Todas as guerras e civilizações não prestam para nada, não fizeram nada de bom. Só uma sangueira danada e gente de joelhos rezando pela paz
Henry Miller "O colosso de Marússia"

A tradição da mentira no Brasil

No editorial “Os Problemas da delação” (29/8) o jornal O Estado de S. Paulo endossou o “viés formalista” da tese do STF (na verdade, a meu ver, ela é bem mais que só isso) que resultou na libertação de Aldemir Bendine, o elemento que o PT instalou na presidência da Petrobras e do Banco do Brasil em boa parte do período em que passaram pelo “maior assalto consentido já registrado na historia da humanidade”. Não existe qualquer dúvida quanto à culpabilidade de Bendine nem dos seus comparsas mas o precedente poderá resultar na libertação de praticamente todos os envolvidos, a começar pelo ex-presidente Lula, sobre cuja culpabilidade também não paira a menor dúvida.

Vem de muito longe o processo de domesticação do brasileiro para deixar-se cavalgar pelo absurdo sem reagir. O sistema de educação jesuíta, a ordem religiosa que por 389 anos teve o monopólio régio da educação no Brasil, não partia de perguntas nem visava a aquisição de conhecimento. Era um sistema defensivo criado para sustentar a qualquer preço a “verdade revelada” que fundamentava o sistema de poder e de organização da sociedade em castas detentoras de privilégios hereditários ameaçados pela revolução democrática.
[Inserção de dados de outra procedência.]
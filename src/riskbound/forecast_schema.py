"""The `obstacle_forecast` point schema: field names, point layout, packing and unpacking of points.

One point per (track, step). Fields, little-endian, in this order:
    track_id (uint32), step (uint32), t (float32, s after header stamp), x, y, yaw,
    cov_xx, cov_xy, cov_yy, half_length, half_width (float32)
The cloud has height = 1, width = number of points, is_dense = True.

This module imports no ROS package, so the nodes (riskbound.ros.forecast_codec wraps the points in
a PointCloud2) and the offline tools reading bags share one definition of the layout.
"""

import numpy as np

from riskbound.motion.forecast import ObstacleForecast

FIELD_NAMES = ("track_id", "step", "t", "x", "y", "yaw", "cov_xx", "cov_xy", "cov_yy",
               "half_length", "half_width")
_INTEGER_FIELDS = ("track_id", "step")
POINT_DTYPE = np.dtype([(name, "<u4" if name in _INTEGER_FIELDS else "<f4") for name in FIELD_NAMES])

# Datatype codes of sensor_msgs/msg/PointField (its constants UINT32 = 6, FLOAT32 = 7).
POINTFIELD_UINT32 = 6
POINTFIELD_FLOAT32 = 7

# The cloud's field descriptions, as (name, offset [bytes], PointField datatype, count).
POINT_FIELDS = tuple((name, POINT_DTYPE.fields[name][1],
                      POINTFIELD_UINT32 if name in _INTEGER_FIELDS else POINTFIELD_FLOAT32, 1)
                     for name in FIELD_NAMES)


def forecast_points(forecast):
    """The cloud's points (a POINT_DTYPE array, track-major) for an ObstacleForecast."""
    J, S = forecast.track_count, len(forecast.times)
    points = np.zeros(J * S, dtype=POINT_DTYPE)
    points["track_id"] = np.repeat(forecast.track_ids, S)
    points["step"] = np.tile(np.arange(S), J)
    points["t"] = np.tile(forecast.times, J)
    points["x"] = forecast.positions[..., 0].ravel()
    points["y"] = forecast.positions[..., 1].ravel()
    points["yaw"] = forecast.headings.ravel()
    points["cov_xx"] = forecast.covariances[..., 0, 0].ravel()
    points["cov_xy"] = forecast.covariances[..., 0, 1].ravel()
    points["cov_yy"] = forecast.covariances[..., 1, 1].ravel()
    points["half_length"] = np.repeat(forecast.half_extents[:, 0], S)
    points["half_width"] = np.repeat(forecast.half_extents[:, 1], S)
    return points


def cloud_to_forecast(msg):
    """Decode a PointCloud2 into an ObstacleForecast.

    `msg` is any object with PointCloud2's attributes (fields with name/offset/datatype,
    is_bigendian, width, height, point_step, data): an rclpy message or one read from a bag.
    Raises ValueError naming what is wrong: missing or mistyped fields, a data size that does not
    match, or tracks with different step sets.
    """
    offsets = {f.name: (f.offset, f.datatype) for f in msg.fields}
    for name, _, expected, _ in POINT_FIELDS:
        if name not in offsets:
            raise ValueError(f"obstacle_forecast: field {name!r} is missing")
        if offsets[name][1] != expected:
            raise ValueError(f"obstacle_forecast: field {name!r} has datatype {offsets[name][1]}, expected {expected}")
    if msg.is_bigendian:
        raise ValueError("obstacle_forecast: big-endian clouds are not supported")
    count = msg.width * msg.height
    if len(msg.data) != count * msg.point_step or msg.point_step < POINT_DTYPE.itemsize:
        raise ValueError(f"obstacle_forecast: data has {len(msg.data)} bytes, expected "
                         f"{count} points × point_step {msg.point_step}")
    dtype = np.dtype({"names": list(FIELD_NAMES),
                      "formats": [POINT_DTYPE.fields[n][0] for n in FIELD_NAMES],
                      "offsets": [offsets[n][0] for n in FIELD_NAMES],
                      "itemsize": msg.point_step})
    points = np.frombuffer(bytes(msg.data), dtype=dtype, count=count)
    if count == 0:
        return ObstacleForecast.empty()
    order = np.lexsort((points["step"], points["track_id"]))
    points = points[order]
    ids, counts = np.unique(points["track_id"], return_counts=True)
    steps = counts[0]
    if np.any(counts != steps):
        raise ValueError("obstacle_forecast: tracks have different numbers of steps")
    J = len(ids)
    grid = points.reshape(J, steps)
    times = grid["t"][0].astype(float)
    if not np.allclose(grid["t"], times[None, :], atol=1e-6):
        raise ValueError("obstacle_forecast: tracks are forecast at different times")
    covariances = np.empty((J, steps, 2, 2))
    covariances[..., 0, 0] = grid["cov_xx"]
    covariances[..., 0, 1] = covariances[..., 1, 0] = grid["cov_xy"]
    covariances[..., 1, 1] = grid["cov_yy"]
    return ObstacleForecast(
        track_ids=ids.astype(np.int64), times=times,
        positions=np.stack([grid["x"], grid["y"]], axis=-1).astype(float),
        headings=grid["yaw"].astype(float), covariances=covariances,
        half_extents=np.stack([grid["half_length"][:, 0], grid["half_width"][:, 0]], axis=-1).astype(float))
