"""Suite (b) of `riskbound bench compare`: the invented exhibition hall, each method in closed loop.

Suite (b), closed loop: our own invented scene, an exhibition hall (30 m × 20 m) with
constant-velocity walkers, 60 % in the two visitor streams along the hall and the rest crossing
in random directions, wrapping around at the walls so that the density stays constant. The robot
crosses the hall along its length; the forecast it gets every cycle is a constant-velocity
prediction from a noisy measurement of each walker (σ_p, σ_v), with covariance σ_p² + σ_v² t² per
axis: for walkers that truly keep their velocity this is the exact distribution of the forecast
error. Collisions are checked against the TRUE walker boxes (robot disc against box, 5 sub-steps per
cycle); an episode ends at the goal (success), at a collision, or at the time limit ("stuck").
The mixed-integer formulation is not run in closed loop: one cycle takes seconds (see suite a).
"""

from dataclasses import dataclass

import numpy as np

from riskbound.bench.compare_collision import considered_only, plan_collision_probability, significantly_above
from riskbound.bench.compare_methods import CROWD_METHODS, finite_percentile, make_planner
from riskbound.clearance import disc_box_clearance
from riskbound.motion.forecast import ObstacleForecast

# Walking adults: speed N(1.3, 0.2²) m/s clipped, footprint half-extents (value from memory).
WALKER_SPEED_MPS = (1.3, 0.2, 0.6, 1.8)
WALKER_HALF_LENGTH_M = (0.15, 0.25)
WALKER_HALF_WIDTH_M = (0.22, 0.3)
SUBSTEPS = 5
# The hall of the far walkers lies this far to the side of the exhibition hall [m].
FAR_HALL_OFFSET_M = 60.0
GOAL_TOLERANCE_M = 0.3
# A robot slower than this when hit was standing still: the walker ran into it.
STOPPED_SPEED_MPS = 0.1


@dataclass
class Concourse:
    """The invented exhibition hall: hall size, robot route, measurement noise, time limit."""

    walkers: int
    seed: int
    half_length_m: float = 15.0
    half_width_m: float = 10.0
    start: tuple = (-8.0, 0.0)
    goal: tuple = (8.0, 0.0)
    clear_m: float = 2.5
    clear_s: float = 3.0
    far_walkers: int = 0
    position_sigma_m: float = 0.08
    velocity_sigma_mps: float = 0.12
    time_limit_s: float = 35.0
    stream_share: float = 0.6


class ConcourseWalkers:
    """Ground truth: constant-velocity walkers wrapping around at the hall's walls.

    No walker starts within `clear_m` of the robot's start or goal, nor on a course that brings it
    within `clear_m` of the start during the first `clear_s` (a collision nobody could avoid).
    `far_walkers` extra walkers use a second, identical hall `FAR_HALL_OFFSET_M` to the side: they
    are in every forecast but never within the robot's reach (they isolate the cost of pruning).
    """

    def __init__(self, scene):
        self.scene = scene
        rng = np.random.default_rng(scene.seed)
        # The far hall draws from its own stream: the exhibition hall is the same with or without it.
        near = self._draw(rng, scene.walkers, 0.0)
        far = self._draw(np.random.default_rng([scene.seed, 1]), scene.far_walkers, FAR_HALL_OFFSET_M)
        self.positions, self.velocities, self.headings, self.half_extents, self.hall_y = (
            np.concatenate([a, b]) for a, b in zip(near, far))

    def _draw(self, rng, count, hall_y):
        """Positions, velocities, headings, half-extents and hall offsets of `count` walkers."""
        scene = self.scene
        L, W = scene.half_length_m, scene.half_width_m
        mean, sd, low, high = WALKER_SPEED_MPS
        speed = np.clip(rng.normal(mean, sd, count), low, high)
        stream = rng.random(count) < scene.stream_share
        course = np.where(stream, np.where(rng.random(count) < 0.5, 0.0, np.pi) + rng.normal(0.0, 0.15, count),
                          rng.uniform(-np.pi, np.pi, count))
        velocities = speed[:, None] * np.stack([np.cos(course), np.sin(course)], axis=-1)
        start, goal = np.asarray(scene.start), np.asarray(scene.goal)
        early = np.linspace(0.0, scene.clear_s, 16)
        positions = np.zeros((count, 2))
        for j in range(count):
            while True:
                p = rng.uniform([-L, -W], [L, W]) + [0.0, hall_y]
                path = p[None, :] + early[:, None] * velocities[j][None, :]
                if (np.linalg.norm(path - start, axis=1).min() > scene.clear_m
                        and np.linalg.norm(p - goal) > scene.clear_m):
                    positions[j] = p
                    break
        half_extents = np.stack([rng.uniform(*WALKER_HALF_LENGTH_M, count),
                                 rng.uniform(*WALKER_HALF_WIDTH_M, count)], axis=-1)
        return positions, velocities, course, half_extents, np.full(count, hall_y)

    def advance(self, dt):
        L, W = self.scene.half_length_m, self.scene.half_width_m
        p = self.positions + dt * self.velocities
        p[:, 0] = (p[:, 0] + L) % (2 * L) - L
        p[:, 1] = (p[:, 1] - self.hall_y + W) % (2 * W) - W + self.hall_y
        self.positions = p

    def forecast(self, rng, times):
        """Constant-velocity forecast from a noisy measurement (see the module docstring)."""
        s = self.scene
        J = len(self.positions)
        p = self.positions + rng.normal(0.0, s.position_sigma_m, (J, 2))
        v = self.velocities + rng.normal(0.0, s.velocity_sigma_mps, (J, 2))
        positions = p[:, None, :] + times[None, :, None] * v[:, None, :]
        variance = s.position_sigma_m**2 + (times * s.velocity_sigma_mps) ** 2
        covariances = np.zeros((J, len(times), 2, 2))
        covariances[..., 0, 0] = covariances[..., 1, 1] = variance[None, :]
        headings = np.repeat(np.arctan2(v[:, 1], v[:, 0])[:, None], len(times), axis=1)
        return ObstacleForecast(np.arange(J), times, positions, headings, covariances, self.half_extents)


def _brake(model, x, settings):
    """Input that stops the robot at the acceleration limit (the watchdog's stop)."""
    if model.name == "unicycle":
        return np.array([np.clip(-x[3] / settings.step_s, -settings.max_accel_mps2, settings.max_accel_mps2), 0.0])
    return np.clip(-x[2:4] / settings.step_s, -settings.max_accel_mps2, settings.max_accel_mps2)


def run_episode(planner, settings, scene, mc_samples, collision_check=True, record=False):
    """One closed-loop run; returns outcome, per-cycle solve times and plan collision probabilities.

    With `record`, also the (state, forecast) of every cycle, to replay the same problems later.
    """
    model = planner.model
    dt, N = settings.step_s, settings.horizon_steps
    times = dt * np.arange(1, N + 1)
    walkers = ConcourseWalkers(scene)
    noise_rng = np.random.default_rng(10_000 + scene.seed)  # same measurement noise for every method
    robot_rng = np.random.default_rng(20_000 + scene.seed)
    mc_rng = np.random.default_rng(30_000 + scene.seed)
    goal = np.asarray(scene.goal, dtype=float)
    if model.name == "unicycle":
        x = np.array([*scene.start, np.arctan2(*(goal - scene.start)[::-1]), 0.0])
    else:
        x = np.array([*scene.start, 0.0, 0.0])
    P0 = np.diag([0.02**2, 0.02**2, 0.05**2, 0.05**2])
    planner.reset()
    solve_ms, probabilities, probabilities_considered, failures, recorded = [], [], [], {}, []
    outcome, cycles = "stuck", int(round(scene.time_limit_s / dt))
    hit_while_stopped = False
    for _ in range(cycles):
        forecast = walkers.forecast(noise_rng, times)
        if record:
            recorded.append((x.copy(), forecast))
        result = planner.solve(x, P0, goal, forecast, elapsed_s=dt)
        solve_ms.append(result.solve_ms)
        if result.success:
            u = result.inputs[0]
            if mc_samples:
                probability = plan_collision_probability(result.states, result.inputs, P0, forecast,
                                                         settings, model, mc_rng, mc_samples)
                probabilities.append(probability)
                # With obstacles dropped by the slot cap, α covers only the ones constrained.
                if result.obstacles_dropped:
                    probability = plan_collision_probability(
                        result.states, result.inputs, P0, considered_only(forecast, result.constraints),
                        settings, model, mc_rng, mc_samples)
                probabilities_considered.append(probability)
        else:
            failures[result.status] = failures.get(result.status, 0) + 1
            u = _brake(model, x, settings)
        noise = robot_rng.normal(0.0, [settings.robot_accel_noise, settings.robot_turn_noise])
        applied = u + (noise if model.name == "unicycle" else robot_rng.normal(0.0, settings.robot_accel_noise, 2))
        collided = False
        for _ in range(SUBSTEPS):
            x = model.step(x, applied, dt / SUBSTEPS)
            walkers.advance(dt / SUBSTEPS)
            if collision_check and disc_box_clearance(x[0:2], settings.robot_radius_m, walkers.positions,
                                                      walkers.headings, walkers.half_extents).min() < 0.0:
                collided = True
                break
        if collided:
            outcome = "collision"
            hit_while_stopped = bool(model.speed(x) < STOPPED_SPEED_MPS)
            break
        if np.linalg.norm(x[0:2] - goal) < GOAL_TOLERANCE_M:
            outcome = "success"
            break
    return {"outcome": outcome, "hit_while_stopped": hit_while_stopped, "solve_ms": solve_ms,
            "collision_probabilities": probabilities,
            "collision_probabilities_considered": probabilities_considered,
            "failures": failures, "cycles": len(solve_ms), "recorded": recorded, "P0": P0, "goal": goal}


def run_crowds(settings, sizes, seeds, sigma_multiple, mc_samples, scene_options, log):
    planners = {m: make_planner(m, settings, sigma_multiple) for m in CROWD_METHODS}
    results = {m: {} for m in CROWD_METHODS}
    for size in sizes:
        for method, planner in planners.items():
            episodes = []
            for seed in range(seeds):
                episode = run_episode(planner, settings, Concourse(size, seed, **scene_options), mc_samples)
                episodes.append(episode)
                log(f"crowd {size:3d} walkers seed {seed} {method:16s} {episode['outcome']:9s} "
                    f"{episode['cycles']:3d} cycles, median {np.median(episode['solve_ms']):.1f} ms")
            results[method][size] = episodes
    return results


def summarise_crowds(results, alpha, samples):
    summary = {}
    for method, by_size in results.items():
        summary[method] = {}
        for size, episodes in by_size.items():
            solve_ms = np.concatenate([e["solve_ms"] for e in episodes])
            probability = np.concatenate([e["collision_probabilities"] for e in episodes] + [np.zeros(0)])
            considered = np.concatenate([e["collision_probabilities_considered"] for e in episodes] + [np.zeros(0)])
            outcomes = [e["outcome"] for e in episodes]
            summary[method][str(size)] = {
                "episodes": len(episodes),
                "success_rate": outcomes.count("success") / len(episodes),
                "collision_rate": outcomes.count("collision") / len(episodes),
                "collisions_while_stopped": sum(e["hit_while_stopped"] for e in episodes),
                "stuck": outcomes.count("stuck"),
                "solve_ms_median": float(np.median(solve_ms)), "solve_ms_p90": finite_percentile(solve_ms, 90),
                "failed_solve_fraction": float(sum(sum(e["failures"].values()) for e in episodes)
                                               / max(len(solve_ms), 1)),
                "failed_solves_by_status": {status: sum(e["failures"].get(status, 0) for e in episodes)
                                            for status in sorted({s for e in episodes for s in e["failures"]})},
                "collision_probability_mean": float(np.mean(probability)) if len(probability) else 0.0,
                "collision_probability_max": float(np.max(probability)) if len(probability) else 0.0,
                "collision_probability_max_considered": float(np.max(considered)) if len(considered) else 0.0,
                "plans_above_alpha": int(np.sum(probability > alpha)),
                "plans_significantly_above_alpha": significantly_above(probability, samples, alpha),
            }
    return summary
O truque consiste em despir toda e qualquer ideia a ser discutida da sua relação com o contexto real que a produziu para examiná-la como se existisse em si mesmo, desligada dos fatos ou pessoas às quais se refere. Sem sua circunstância, a ideia transforma-se num corpo inerte, ao qual não se aplicam juízos de valor. Assim esterilizado, o raciocínio é, então, fatiado nos segmentos que o compõem, sendo a coerência interna de cada um examinada isoladamente nos seus aspectos formais, segundo as regras da lógica abstrata, as únicas que podem ser aplicadas a esse corpo dissecado.

Se qualquer desses segmentos apresentar a menor imperfeição lógica ou puder ser colocado em contradição com qualquer dos outros, a imperfeição “contamina” o todo e o debatedor fica autorizado a denunciar como falso o conjunto inteiro, mesmo que, visto vivo e dentro do seu contexto, ele seja indiscutivelmente verdadeiro.

Como nenhuma proposição humana é capaz de passar incólume por esse exercício de dissecação a pessoa começa a duvidar da própria capacidade de discernimento. Desclassificados o senso comum (até hoje a base do sistema jurídico anglo-saxônico) e a razão como instrumentos bastantes para dirimir controvérsias, tudo acaba tendo de ser decidido por um juiz segundo uma regra artificial que deve ser vaga o bastante para permitir as mais variadas interpretações, de modo a conferir a esse juiz uma virtual onipotência.

Invocar o límpido preceito do “na dúvida, a favor do réu” para justificar o movimento que, visto no conjunto tem o óbvio propósito de manter a impunidade dos representantes do povo que traem seus representados — a própria negação do sentido de “democracia” — é um exemplo prático de como esse sistema põe a verdade a serviço da mentira e a lei a serviço do crime. Seguido à risca ele garante que nenhum réu com dinheiro suficiente para pagar advogados possa ser condenado em definitivo e nenhum “direito adquirido” pela privilegiatura (são estes que estrangulam economicamente a nação; o que nos roubam sem o recurso à lei é apenas troco) venha a ser desafiado.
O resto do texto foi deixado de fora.